What to work on:
Search the material for the string "registry" and copy each line where it occurs.

Data for processing:
/** A route of the old table as a declaration (until every route is declared in shared/api). */
function fromLegacy(op: Operation): RouteDeclaration {
  const nonJsonBody = op.bodyMediaType !== undefined && op.bodyMediaType !== 'application/json';
  const s = op.success;
  return {
    id: op.id,
    method: op.method,
    path: op.path,
    tag: op.tag,
    summary: op.summary,
    access: op.access,
    ...(op.notes ? { notes: op.notes } : {}),
    ...(op.params ? { params: op.params } : {}),
    ...(op.query ? { query: op.query } : {}),
    ...(op.body && !nonJsonBody ? { body: op.body } : {}),
    ...(nonJsonBody ? { rawBody: { mediaType: op.bodyMediaType!, description: '' }, described: { body: op.body } } : {}),
    ...(op.errors ? { errors: op.errors } : {}),
    answer: !s.schema ? routeEmpty(s.status, s.description) : s.mediaType ? media(s.status, s.mediaType, s.description, s.schema) : routeJson(s.status, s.description, s.schema),
  };
}

/** Every route the document describes: the declared ones and the rest of the old table. */
const routes: RouteDeclaration[] = [...apiRoutes, ...legacyOperations.map(fromLegacy)];

const problemContent = { 'application/json': { schema: problemSchema } };

/** Error answers every route of this access level and input can give, plus the route's own. */
export function errorAnswers(op: RouteDeclaration): Record<number, string> {
  const out: Record<number, string> = {};
  if (op.params || op.query || op.body) out[400] = 'validation_failed: see issues';
  if (op.access !== 'public') out[401] = 'unauthenticated: not signed in, session expired, or unknown API token';
  if (op.method !== 'get' && op.access !== 'public') out[403] = 'csrf_failed: cookie request without a matching X-CSRF-Token';
  if (op.access === 'designer' || op.access === 'admin' || op.access === 'analyst') out[403] = 'forbidden: the role is missing; or csrf_failed';
  if (op.access === 'member' || op.access === 'designer' || op.access === 'admin' || op.access === 'analyst' || op.access === 'operator' || op.params) {
    out[404] = 'not_found (also for objects of a group you are not in)';
  }
  return { ...out, ...op.errors };
}

/** The request body as the document shows it: JSON, multipart with the file, or the file itself. */
function requestBody(op: RouteDeclaration): { mediaType: string; schema: z.ZodType } | null {
  if (op.upload) {
    const fields = (op.described?.body ?? op.body) as z.ZodObject | undefined;
    const file = z.string().meta({ contentMediaType: op.upload.mediaType, description: op.upload.description });
    return { mediaType: 'multipart/form-data', schema: (fields ? asParameters(fields) : z.object({})).extend({ [op.upload.field]: file }) };
  }
  if (op.rawBody) {
    return { mediaType: op.rawBody.mediaType, schema: op.described?.body ?? z.string().meta({ format: 'binary', description: op.rawBody.description }) };
  }
  const body = op.described?.body ?? op.body;
  return body ? { mediaType: 'application/json', schema: body } : null;
}

function routeConfig(op: RouteDeclaration): RouteConfig {
  const a = op.answer;
  const responses: RouteConfig['responses'] = {
    [a.status]: {
      description: a.description,
      ...(a.kind === 'empty' ? {} : { content: { [a.kind === 'media' ? a.mediaType : 'application/json']: { schema: a.schema } } }),
    },
  };
  for (const [status, description] of Object.entries(errorAnswers(op))) {
    responses[status] = Number(status) === 304 ? { description } : { description, content: problemContent };
  }
  responses.default = { description: 'Any other error, as a problem (429 rate_limited, 413 payload_too_large, 500 internal...)', content: problemContent };
  const params = op.described?.params ?? (op.params as z.ZodObject | undefined);
  const query = op.described?.query ?? (op.query as z.ZodObject | undefined);
  const body = requestBody(op);

  return {
    method: op.method,
    path: `/api${op.path}`,
    operationId: op.id,
    tags: [op.tag],
    summary: op.summary,
    description: [accessText[op.access], op.notes].filter(Boolean).join(' '),
    security:
      op.access === 'public'
        ? []
        : op.method !== 'get'
          ? [{ sessionCookie: [], csrfHeader: [] }, { personalToken: [] }]
          : [{ sessionCookie: [] }, { personalToken: [] }],
    request: {
      ...(params ? { params: asParameters(params) } : {}),
      ...(query ? { query: asParameters(query) } : {}),
      ...(body ? { body: { required: true, content: { [body.mediaType]: { schema: body.schema } } } } : {}),
    },
    responses,
  };
}

/** Method, path (OpenAPI spelling, with /api) and access rule of every described route; the tests compare them with Express. */
export const describedRoutes: readonly { method: Method; path: string; access: Access }[] = routes.map((op) => ({
  method: op.method,
  path: `/api${op.path}`,
  access: op.access,
}));

/** Builds the whole document. Pure; about 0.1 s on this machine, so the route builds it once per process. */
export function buildOpenApiDocument(version: string): ReturnType<OpenApiGeneratorV31['generateDocument']> {
  const registry = new OpenAPIRegistry();
  registry.registerComponent('securitySchemes', 'sessionCookie', {
    type: 'apiKey',
    in: 'cookie',
    name: 'pw_session',
    description: 'Set by POST /api/auth/sign-in (HttpOnly, 12 hours). Unsafe methods also need csrfHeader.',
  });
  registry.registerComponent('securitySchemes', 'csrfHeader', {
    type: 'apiKey',
    in: 'header',
    name: 'X-CSRF-Token',
    description: 'The pw_csrf cookie value (also Session.csrfToken), repeated on POST, PUT, PATCH and DELETE made with the session cookie.',
  });
  registry.registerComponent('securitySchemes', 'personalToken', {
    type: 'http',
    scheme: 'bearer',
    description: 'A personal API token (pwt_…) from POST /api/tokens; no CSRF header needed.',
  });
  for (const op of routes) registry.registerPath(routeConfig(op));

  return new OpenApiGeneratorV31(registry.definitions).generateDocument({
    openapi: '3.1.0',
    info: {
      title: 'Poleward API',
      version,
      description:
        'Finds and catalogues the resonances z = E − iΓ/2 of open cavities. Energies and widths in meV, lifetimes in ps, ' +
        'lengths in nm, field in T. Errors are JSON problems { status, code, message, issues? }. Objects of a group you ' +
        'are not a member of answer 404, exactly like missing ones. See docs/api.md.',
    },
    security: [{ sessionCookie: [] }, { personalToken: [] }],
    tags: [
      { name: 'meta' },
      { name: 'auth', description: 'Sign-in, session, password reset' },
      { name: 'invitations', description: 'The public side of invitation links' },
      { name: 'groups', description: 'Groups, members, invitations, activity' },
      { name: 'models', description: 'Versioned cavity models' },
      { name: 'runs', description: 'Pole searches and transmission sweeps' },
      { name: 'catalogue', description: 'The resonance catalogue' },
      { name: 'tokens', description: 'Personal API tokens' },
      { name: 'account', description: "The caller's own account: its activity" },
      { name: 'outbox', description: 'The local mail stand-in' },
    ],
  });
}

Task answer:
  const registry = new OpenAPIRegistry();
  registry.registerComponent('securitySchemes', 'sessionCookie', {
  registry.registerComponent('securitySchemes', 'csrfHeader', {
  registry.registerComponent('securitySchemes', 'personalToken', {
  for (const op of routes) registry.registerPath(routeConfig(op));
  return new OpenApiGeneratorV31(registry.definitions).generateDocument({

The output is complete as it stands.